(Saved data entries)
——

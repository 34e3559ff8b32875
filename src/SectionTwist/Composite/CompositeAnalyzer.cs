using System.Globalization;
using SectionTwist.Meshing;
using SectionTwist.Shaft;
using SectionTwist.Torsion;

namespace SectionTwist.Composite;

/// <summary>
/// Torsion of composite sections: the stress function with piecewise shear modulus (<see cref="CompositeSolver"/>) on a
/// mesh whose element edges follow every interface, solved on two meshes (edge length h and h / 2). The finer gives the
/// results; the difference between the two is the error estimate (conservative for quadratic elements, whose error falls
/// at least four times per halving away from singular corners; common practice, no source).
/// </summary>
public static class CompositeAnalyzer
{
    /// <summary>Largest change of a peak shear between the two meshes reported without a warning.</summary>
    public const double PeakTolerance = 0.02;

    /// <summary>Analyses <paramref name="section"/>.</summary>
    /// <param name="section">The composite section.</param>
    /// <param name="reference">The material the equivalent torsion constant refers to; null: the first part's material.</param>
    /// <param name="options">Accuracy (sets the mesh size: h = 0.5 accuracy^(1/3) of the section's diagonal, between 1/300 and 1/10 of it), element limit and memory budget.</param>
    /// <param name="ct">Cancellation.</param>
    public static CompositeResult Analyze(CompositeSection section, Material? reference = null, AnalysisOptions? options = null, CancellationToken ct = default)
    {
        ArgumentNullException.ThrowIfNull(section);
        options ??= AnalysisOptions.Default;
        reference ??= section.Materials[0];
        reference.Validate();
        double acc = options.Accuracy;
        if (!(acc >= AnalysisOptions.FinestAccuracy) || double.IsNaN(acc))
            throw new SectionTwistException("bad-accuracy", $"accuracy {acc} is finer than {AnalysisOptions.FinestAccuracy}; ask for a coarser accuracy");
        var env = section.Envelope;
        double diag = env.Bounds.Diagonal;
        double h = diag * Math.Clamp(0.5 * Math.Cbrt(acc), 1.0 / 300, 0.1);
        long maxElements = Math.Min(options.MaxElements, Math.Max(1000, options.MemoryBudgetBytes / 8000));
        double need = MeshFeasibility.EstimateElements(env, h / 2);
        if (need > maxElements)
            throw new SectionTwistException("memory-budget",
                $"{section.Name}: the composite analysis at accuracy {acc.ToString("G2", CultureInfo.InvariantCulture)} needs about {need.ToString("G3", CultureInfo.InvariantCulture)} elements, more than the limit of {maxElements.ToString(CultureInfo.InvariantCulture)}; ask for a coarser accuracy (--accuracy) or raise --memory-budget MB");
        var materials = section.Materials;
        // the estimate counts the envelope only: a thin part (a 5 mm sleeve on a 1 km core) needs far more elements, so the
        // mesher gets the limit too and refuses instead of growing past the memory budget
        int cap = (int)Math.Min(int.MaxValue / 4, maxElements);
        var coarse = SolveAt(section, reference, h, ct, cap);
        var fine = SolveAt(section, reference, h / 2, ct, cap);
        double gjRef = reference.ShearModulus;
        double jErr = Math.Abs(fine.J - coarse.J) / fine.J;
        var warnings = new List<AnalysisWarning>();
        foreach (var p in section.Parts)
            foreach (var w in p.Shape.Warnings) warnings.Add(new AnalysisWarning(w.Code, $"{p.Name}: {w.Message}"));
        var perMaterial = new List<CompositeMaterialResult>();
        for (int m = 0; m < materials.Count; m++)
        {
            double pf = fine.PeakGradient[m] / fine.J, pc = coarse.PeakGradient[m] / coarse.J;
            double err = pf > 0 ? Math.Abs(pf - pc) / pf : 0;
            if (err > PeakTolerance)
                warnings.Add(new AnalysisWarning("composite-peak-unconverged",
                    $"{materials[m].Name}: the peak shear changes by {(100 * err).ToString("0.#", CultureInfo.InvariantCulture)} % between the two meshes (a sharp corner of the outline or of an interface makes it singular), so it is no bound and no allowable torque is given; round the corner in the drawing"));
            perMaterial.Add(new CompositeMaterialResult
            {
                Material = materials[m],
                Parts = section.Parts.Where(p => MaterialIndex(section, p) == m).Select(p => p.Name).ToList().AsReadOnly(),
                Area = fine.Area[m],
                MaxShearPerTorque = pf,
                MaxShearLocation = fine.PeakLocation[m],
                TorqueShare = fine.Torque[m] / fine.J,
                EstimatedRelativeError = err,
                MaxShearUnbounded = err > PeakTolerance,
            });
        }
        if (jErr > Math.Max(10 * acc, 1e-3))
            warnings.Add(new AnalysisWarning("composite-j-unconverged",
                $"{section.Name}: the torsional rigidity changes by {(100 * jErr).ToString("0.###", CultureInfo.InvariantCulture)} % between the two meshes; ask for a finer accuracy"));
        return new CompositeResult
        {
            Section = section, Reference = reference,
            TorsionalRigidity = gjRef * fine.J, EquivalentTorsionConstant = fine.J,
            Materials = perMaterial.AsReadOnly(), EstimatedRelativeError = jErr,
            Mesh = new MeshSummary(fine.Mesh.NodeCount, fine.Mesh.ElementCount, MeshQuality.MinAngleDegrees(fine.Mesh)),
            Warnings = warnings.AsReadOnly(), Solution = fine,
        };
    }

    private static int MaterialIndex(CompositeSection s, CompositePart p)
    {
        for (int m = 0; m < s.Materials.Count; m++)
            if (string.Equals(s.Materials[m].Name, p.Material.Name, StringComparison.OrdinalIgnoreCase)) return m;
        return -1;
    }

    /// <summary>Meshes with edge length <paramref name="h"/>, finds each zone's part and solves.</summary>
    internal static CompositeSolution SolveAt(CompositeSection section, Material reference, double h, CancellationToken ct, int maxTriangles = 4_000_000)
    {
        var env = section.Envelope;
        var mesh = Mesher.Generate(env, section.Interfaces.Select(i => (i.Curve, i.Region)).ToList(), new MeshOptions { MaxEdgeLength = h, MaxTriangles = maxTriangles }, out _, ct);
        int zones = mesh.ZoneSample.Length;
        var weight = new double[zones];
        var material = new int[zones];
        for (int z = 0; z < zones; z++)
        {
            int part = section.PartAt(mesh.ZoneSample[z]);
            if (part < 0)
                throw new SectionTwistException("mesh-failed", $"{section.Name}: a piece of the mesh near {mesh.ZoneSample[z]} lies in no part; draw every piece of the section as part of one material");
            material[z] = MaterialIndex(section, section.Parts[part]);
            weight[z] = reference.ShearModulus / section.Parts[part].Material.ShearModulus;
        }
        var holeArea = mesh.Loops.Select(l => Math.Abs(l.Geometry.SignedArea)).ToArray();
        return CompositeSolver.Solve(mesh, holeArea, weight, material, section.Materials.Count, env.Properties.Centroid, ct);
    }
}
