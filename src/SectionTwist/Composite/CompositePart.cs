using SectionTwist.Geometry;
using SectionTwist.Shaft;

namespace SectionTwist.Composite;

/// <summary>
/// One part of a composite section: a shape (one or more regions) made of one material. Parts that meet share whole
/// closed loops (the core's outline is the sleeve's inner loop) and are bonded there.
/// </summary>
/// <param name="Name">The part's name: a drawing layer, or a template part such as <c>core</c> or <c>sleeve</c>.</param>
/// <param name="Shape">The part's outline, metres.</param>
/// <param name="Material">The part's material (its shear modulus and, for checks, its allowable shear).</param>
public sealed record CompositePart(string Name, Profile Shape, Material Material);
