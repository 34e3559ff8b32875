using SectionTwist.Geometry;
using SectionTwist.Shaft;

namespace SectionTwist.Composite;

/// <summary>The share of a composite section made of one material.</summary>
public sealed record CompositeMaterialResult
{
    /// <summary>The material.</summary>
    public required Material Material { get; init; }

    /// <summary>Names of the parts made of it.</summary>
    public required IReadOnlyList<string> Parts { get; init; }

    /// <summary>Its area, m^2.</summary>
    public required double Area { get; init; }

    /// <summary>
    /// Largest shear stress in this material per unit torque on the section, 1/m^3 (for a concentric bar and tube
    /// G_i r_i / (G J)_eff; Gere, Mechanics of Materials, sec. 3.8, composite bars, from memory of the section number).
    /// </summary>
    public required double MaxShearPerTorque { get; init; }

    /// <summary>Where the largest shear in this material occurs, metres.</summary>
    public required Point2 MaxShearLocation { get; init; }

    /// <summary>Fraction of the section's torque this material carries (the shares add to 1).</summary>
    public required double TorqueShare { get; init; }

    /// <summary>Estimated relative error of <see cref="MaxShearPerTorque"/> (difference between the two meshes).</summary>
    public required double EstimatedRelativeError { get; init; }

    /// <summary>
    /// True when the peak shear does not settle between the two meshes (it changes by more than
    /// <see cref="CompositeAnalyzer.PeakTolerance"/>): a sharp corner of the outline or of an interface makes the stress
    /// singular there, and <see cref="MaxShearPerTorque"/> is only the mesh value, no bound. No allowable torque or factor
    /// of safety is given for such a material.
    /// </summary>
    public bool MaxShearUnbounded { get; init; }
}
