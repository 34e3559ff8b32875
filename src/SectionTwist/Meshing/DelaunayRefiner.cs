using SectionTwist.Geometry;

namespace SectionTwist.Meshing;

——

● EXERCISE:
Going through the entries, return every line holding the word "AnalysisOptions".

● ANSWER BELOW:
    public static CompositeResult Analyze(CompositeSection section, Material? reference = null, AnalysisOptions? options = null, CancellationToken ct = default)
        options ??= AnalysisOptions.Default;
        if (!(acc >= AnalysisOptions.FinestAccuracy) || double.IsNaN(acc))
            throw new SectionTwistException("bad-accuracy", $"accuracy {acc} is finer than {AnalysisOptions.FinestAccuracy}; ask for a coarser accuracy");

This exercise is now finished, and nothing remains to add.